Builder becomes unresponsive when inserting a new loop or routine

OS (e.g. Win10): Linux Mint
PsychoPy version (e.g. 2024.2.4 Py 3.8): PsychoPy Studio 2026.1.1 appimage
Standard Standalone Installation? (y/n) y
Do you want it to also run online? (y/n) y
What are you trying to achieve?: add more routines and loops to my flow without the builder becoming unresponsive. I only have 6 routines and 2 loops currently.

What did you try to make it work?: Making sure it was running on my NVIDIA GPU instead of my Intel CPU’s integrated graphics, restarting PC, restarting PsychoPy, I reproduced the error in a fresh experiment by just adding ~8 empty routines to the flow

Link to the most relevant existing thread you have found: link

What specifically went wrong when you tried that?: I couldn’t find any informative logs or error messages. The builder just becomes unresponsive. Sometimes it incorporates the new routine/loop but messes up the rest of the flow and then becomes unresponsive (e.g., I click “Add Loop”, I click on one dot to place it, and right then the other two loops in the flow suddenly get messed up and the whole builder becomes unresponsive)

Here are the necessary files to run it in case it’s helpful.

consequential_5g5d4h_wtf2.psyexp (174.7 KB)

conditions.csv (1.3 KB)

Here’s the original flow:

Here I try to make a loop around the first routine in the flow and then the whole Flow gets messed up and the Builder becomes unresponsive:

Any help would be immensely appreciated!

So I was able to open the experiment and add routines and loops in Windows. Something I noticed is that in the Windows version there are horizontal and vertical scroll bars which are necessary to view larger Flows. These are absent in the Linux version so I’m thinking there might be a graphical issue in rendering the Flow.

If (before it freezes up) you press CTRL+SHIFT+I you can open the browser console and there’ll be a message saying “Loop Terminator found with no matching Loop Initiator”, so I think there’s a flaw in the logic when Builder processes elements in the flow.

If I make a new experiment and start adding loops I can’t get it to fail the same way, so there’s something specific about the structure of this experiment. Thanks for sharing this, it’s really helpful having a file I can open which reliably causes a bug! Hopefully I can use this to track down the actual cause.
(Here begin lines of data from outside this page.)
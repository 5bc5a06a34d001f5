import { expect, test } from "@playwright/test";
import { names, seededVersionName } from "../support/names";
import { pathwayIds, type RunSummary, type VersionSummary } from "../support/runs";
import { snap } from "../support/screenshots";
import { apiAs, getJson, postJson, signIn } from "../support/sign-in";

interface AuditPage { items: Array<{ action: string; entityId: string | null }>; total: number }

/**
 * Analyst cancels a long run: the action asks for confirmation, answers "Cancelling…" at once,
 * then shows the run cancelled once the worker has stopped; a second cancel changes nothing
 * and writes no second audit row.
 */
test("analyst cancels a large run: confirmation, cancelling…, cancelled; a second cancel changes nothing", async ({ page, baseURL }, testInfo) => {
  // A run long enough to catch while it runs: 500,000 members on four pathways (tens of seconds on one core).
  const api = await apiAs("analyst", baseURL!);
  const v1 = (await getJson<{ items: VersionSummary[] }>(api, "/api/model-versions?status=approved")).items.find((v) => v.name === seededVersionName)!;
  const run = await postJson<RunSummary>(api, "/api/runs", {
    name: names.runToCancel,
    modelVersionId: v1.id,
    pathwayIds: await pathwayIds(api, ["Harbourline Low", "Harbourline Middle", "Harbourline High", "Harbourline Middle (gas concentrations)"]),
    members: 500_000,
    seed: "e2e-cancel",
    sampling: "monte-carlo",
  });
  await expect.poll(async () => (await getJson<RunSummary>(api, `/api/runs/${run.id}`)).status, { timeout: 60_000 }).toBe("running");

  await signIn(page, "analyst");
  await page.goto(`/runs/${run.id}`);
  await expect(page.getByRole("heading", { level: 1, name: names.runToCancel })).toBeVisible();
  await page.getByRole("button", { name: "Cancel run" }).click();
  const confirm = page.getByRole("group", { name: `Confirm: cancel ${names.runToCancel}` });
  await expect(confirm).toContainText("The members computed so far are discarded");
  // A slow answer from the server must not leave the button looking idle: hold the cancel request a moment.
  await page.route(`**/api/runs/${run.id}/cancel`, async (route) => {
    await new Promise((resolve) => setTimeout(resolve, 1_000));
    await route.continue();
  });
  await confirm.getByRole("button", { name: "Yes, cancel the run" }).click();
  await expect(page.getByRole("button", { name: "Cancelling…" })).toBeDisabled();
  await snap(page, testInfo, "run-cancelling");
  await expect(page.getByText("This run was cancelled before it finished.")).toBeVisible({ timeout: 60_000 });
  await expect(page.getByRole("button", { name: /Cancel/ })).toHaveCount(0);
  await snap(page, testInfo, "run-cancelled", "run-cancelled.png");

  // The second cancel answers the current state and changes nothing, in the API and in the audit log.
  const admin = await apiAs("admin", baseURL!);
  const auditOf = async () => (await getJson<AuditPage>(admin, `/api/audit?entityId=${run.id}&limit=50`)).items.map((e) => e.action);
  const before = await auditOf();
  // The owner's request, then the worker's confirmation: one row each.
  expect(before.filter((a) => a === "run.cancel-requested")).toHaveLength(1);
  expect(before.filter((a) => a === "run.cancelled")).toHaveLength(1);
  const again = await api.post(`/api/runs/${run.id}/cancel`);
  expect(again.status()).toBe(200);
  expect((await again.json()).status).toBe("cancelled");
  expect(await auditOf()).toEqual(before);
  await api.dispose();
  await admin.dispose();
});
Ah, I think I’ve found it… When going through the flow and converting it to a layered structure rather than the flat list it’s saved as in the .psyexp, the logic we use to match loop starts to loop ends fails when there’s a loop start (from the loop you’ve just made) and multiple layers of loop ends (from pre-existing nested loops) as it matches the ends to the wrong starts and ends up with one too many ends, which isn’t supposed to be possible, so we get this error and the interface freezes up.

I believe this should fix it (it does when I open your experiment and make loops, at least), so keep an eye out for the next release: BF: Fix bug matching loop initiators to loop terminators in Builder flow by TEParsons · Pull Request #59 · psychopy/psychopy-studio · GitHub

As a temporary workaround, you can add a loop at the root level (e.g. either side of initialize_task_variables), and then move it by dragging the arrows into the position you want.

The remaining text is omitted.